Overview
The objective of this natural history study is to comprehensively characterize the disease progression and clinical features of nemaline myopathies. The study aims to establish a well-defined cohort of patients in Spain, enabling long-term follow-up and facilitating recruitment for future clinical trials.
Description
The aims of the study are:
- Identify the specific genes and mutations responsible for NM in Spain.
- Define the in-depth phenotyping of NM and the phenotype-genotype relationship.

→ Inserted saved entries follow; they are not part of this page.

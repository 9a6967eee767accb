"""Minkowski curves of one image, in physical units."""

from dataclasses import dataclass
from typing import Any

import numpy as np

from mfeat import _checks
from mfeat.counts import EDGES, PatternCounts, count_image
from mfeat.fields import FAMILIES, SCALE_UNITS, Field, check_scales, derive, prepared
from mfeat.functionals import CONNECTIVITIES, CONTOUR_ESTIMATORS, area, contour, euler
from mfeat.levels import RULES, level_values, place_levels


@dataclass(frozen=True, eq=False)
class Curves:
    """Area, contour and Euler number of the level sets of one image, over the levels.

    Returned by `minkowski_curves`.

    Attributes
    ----------
    levels : ndarray of shape (T,), float64
        Levels in the unit of the field; the level set at u is {field >= u}.
    area, contour, euler : ndarray of shape (T,), float64
        Densities per valid window area for edges "inside", totals for "framed"; see `units`.
    valid_fraction : float
        Share of the field's 2x2 windows whose four pixels are all valid.
    units : dict
        Units of "levels", "area", "contour" and "euler".
    field : str
        Name of the field: "raw", "smooth_2", ...
    counts : PatternCounts
        The exact integers behind the curves.
    """

    levels: np.ndarray
    area: np.ndarray
    contour: np.ndarray
    euler: np.ndarray
    valid_fraction: float
    units: dict[str, str]
    field: str
    counts: PatternCounts

    def __repr__(self) -> str:
        rows = [
            f"Curves of the {self.field} field at {len(self.levels)} levels, "
            f"valid fraction {self.valid_fraction:.4g}"
        ]
        for name in ("levels", "area", "contour", "euler"):
            values = getattr(self, name)
            unit = self.units[name]
            rows.append(
                f"  {name:8s}{np.min(values):>12.5g} to {np.max(values):<12.5g}"
                + ("" if unit == "1" else unit)
            )
        return "\n".join(row.rstrip() for row in rows)


def minkowski_curves(
    image: Any,
    levels: Any = 32,
    level_rule: str | None = None,
    pitch: Any = 1.0,
    mask: Any = None,
    edges: str = "inside",
    connectivity: Any = "mean",
    *,
    level_range: Any = None,
    field: str = "raw",
    scale: float = 0.0,
    scale_unit: str = "pitch",
    remove_tilt: bool = False,
    contour_estimator: str = "crofton-4",
    unit: str = "px",
    value_unit: str = "",
) -> Curves:
    """Compute area, contour length and Euler number of all level sets of one image.

    Parameters
    ----------
    image : array_like of shape (h, w), both >= 2
        Grey image or height map: bool, integers of up to 64 bit, float16, float32 or float64. NaN
        and masked pixels (numpy.ma) are missing; infinities are refused.
    levels : int or sequence of float, default 32
        How many levels the rule places (1 to 65,535), or the levels themselves, ascending, in the
        units of the rule.
    level_rule : {"standard", "rank", "fixed"}, optional
        "standard": standard deviations of the field from its mean. "rank": fractions of the field's
        pixels. "fixed": the field's own unit. Default: "standard" for a number of levels, "fixed"
        for explicit levels.
    pitch : float or (float, float), default 1.0
        Pixel pitch, or (row pitch, column pitch), in `unit`.
    mask : array of bool of shape (h, w), optional
        True where a pixel is valid.
    edges : {"inside", "framed"}, default "inside"
        "inside": densities, from the windows inside the image; for textures. "framed": totals, the
        image being surrounded by background; for isolated objects.
    connectivity : {4, 8, "mean"}, default "mean"
        Connectivity of the Euler number.
    level_range : (float, float), optional
        Range of a number of levels, in the units of the rule; see `mfeat.levels.level_values`.
    field : {"raw", "smooth", "band", "slope", "curvature", "contrast"}, default "raw"
        The field whose level sets are measured; see `mfeat.fields`.
    scale : float, default 0.0
        Gaussian scale of the field; must be 0 for "raw", > 0 for "smooth", "band", "contrast".
    scale_unit : {"pitch", "length"}, default "pitch"
        Whether `scale` counts pitches or is a length in `unit`.
    remove_tilt : bool, default False
        Whether the image's least-squares plane is levelled first, about its mean.
    contour_estimator : {"crofton-4", "crofton-2", "pixel-edge", "duda"}, default "crofton-4"
        See `mfeat.functionals.contour`.
    unit : str, default "px"
        Name of the length unit of `pitch`, for `Curves.units`.
    value_unit : str, default ""
        Name of the unit of the pixel values, for `Curves.units`.

    Returns
    -------
    Curves

    Raises
    ------
    ValueError, TypeError
        Naming the parameter, what was found and what to do; also where no window of the field has
        four valid pixels.

    Examples
    --------
    The level sets of a cone of height 10 are discs:

    >>> import numpy as np
    >>> from mfeat import minkowski_curves
    >>> y, x = np.mgrid[-15:16, -15:16]
    >>> cone = 10 - np.hypot(x, y)
    >>> curves = minkowski_curves(cone, levels=[2.5, 5.5], edges="framed", pitch=0.1, unit="mm")
    >>> curves
    Curves of the raw field at 2 levels, valid fraction 1
      levels           2.5 to 5.5
      area            0.69 to 1.77        mm^2
      contour       2.8577 to 4.6887      mm
      euler              1 to 1
    >>> bool(abs(curves.contour[0] - 2 * np.pi * 0.75) < 0.05)
    True
    """
    if level_rule is None:
        level_rule = "standard" if isinstance(levels, int | np.integer) else "fixed"
    _checks.choice("level_rule", level_rule, RULES)
    if level_rule == "fitted":
        raise ValueError(
            'level_rule "fitted" learns from many images; use MinkowskiCurves(level_rule="fitted")'
        )
    values_of_rule = level_values(levels, level_rule, level_range)
    pitch = _checks.pitch(pitch)
    _checks.choice("edges", edges, EDGES)
    connectivity = _checks.choice("connectivity", connectivity, CONNECTIVITIES)
    _checks.choice("contour_estimator", contour_estimator, CONTOUR_ESTIMATORS)
    _checks.choice("scale_unit", scale_unit, SCALE_UNITS)
    chosen = _field(field, scale)
    for name, text in (("unit", unit), ("value_unit", value_unit)):
        if not isinstance(text, str):
            raise TypeError(f"{name} must be a string; got {text!r}")
    if not isinstance(remove_tilt, bool | np.bool_):
        raise TypeError(f"remove_tilt must be True or False; got {remove_tilt!r}")
    image = _checks.image(image)
    valid = _checks.valid_pixels(image, _checks.valid_mask(mask, image.shape))
    if valid is not None and not valid.any():
        raise ValueError("image has no valid pixel: all are NaN or masked")
    values = _checks.compiled_type(np.asarray(image))[None]
    stack_valid = None if valid is None else valid[None]
    _checks.representable(values, stack_valid, lambda _: "image")
    check_scales((chosen,), image.shape, pitch, scale_unit, "fixed")
    pixels = prepared(values, stack_valid, pitch, scale_unit, remove_tilt)
    [(_, fields)] = derive((chosen,), pixels, "fixed")
    placed = place_levels(fields, level_rule, values_of_rule)
    counts = count_image(
        fields.values[0],
        None if stack_valid is None else fields.valid[0].astype(bool),
        placed.shown[0].astype(np.float64),
        placed.thresholds[0],
        placed.reach[0],
        pitch=pitch,
        edges=edges,
    )
    if counts.windows == 0:
        raise ValueError(
            f"field {chosen.name} has no 2x2 window of four valid pixels among its "
            f"{counts.possible_windows}; the image has too few valid pixels"
        )
    return Curves(
        levels=counts.levels,
        area=area(counts),
        contour=contour(counts, estimator=contour_estimator),
        euler=euler(counts, connectivity=connectivity),
        valid_fraction=counts.valid_fraction,
        units=_units(chosen.family, edges, unit, value_unit),
        field=chosen.name,
        counts=counts,
    )


def _field(family: str, scale: float) -> Field:
    _checks.choice("field", family, FAMILIES)
    if family == "raw":
        if _checks.real("scale", scale) != 0.0:
            raise ValueError(f'scale must be 0 for field "raw"; got {scale!r}. Use field="smooth"')
        return Field("raw")
    number = _checks.real("scale", scale, minimum=0.0) + 0.0
    if number == 0.0 and family in ("smooth", "band", "contrast"):
        raise ValueError(f'scale must be > 0 for field "{family}"; got {scale!r}')
    return Field(family, number)


def _units(family: str, edges: str, unit: str, value_unit: str) -> dict[str, str]:
    value = value_unit or "1"
    power = {"slope": f"{value}/{unit}", "curvature": f"{value}/{unit}^2", "contrast": "1"}
    totals = {"area": f"{unit}^2", "contour": unit, "euler": "1"}
    per_area = {"area": "1", "contour": f"1/{unit}", "euler": f"1/{unit}^2"}
    return {"levels": power.get(family, value)} | (totals if edges == "framed" else per_area)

- Characterize the natural history of NM through the systematic collection of clinical (retrospective and prospective data), functional, and respiratory data in diagnosed patients in order to:
- Describe the progression of the disease without disease-modifying therapies.
- Identify reliable biomarkers and outcome measures for future clinical trials.
- Align the national protocol with international efforts to generate comparable data.
Eligibility
Inclusion Criteria:
- Patients with a confirmed clinical and genetic diagnosis of MN (mutations in ACTA1, NEB, TPM2, TPM3, KBTBD13, CFL2, KLHL40, KLHL41, LMOD3, MYPN, TNNT1, TNNT3), or under discussion if they only have a compatible biopsy.
- Signed informed consent by the patient or Legal Authority Responsible, and/or assent by the subject (in pediatric population).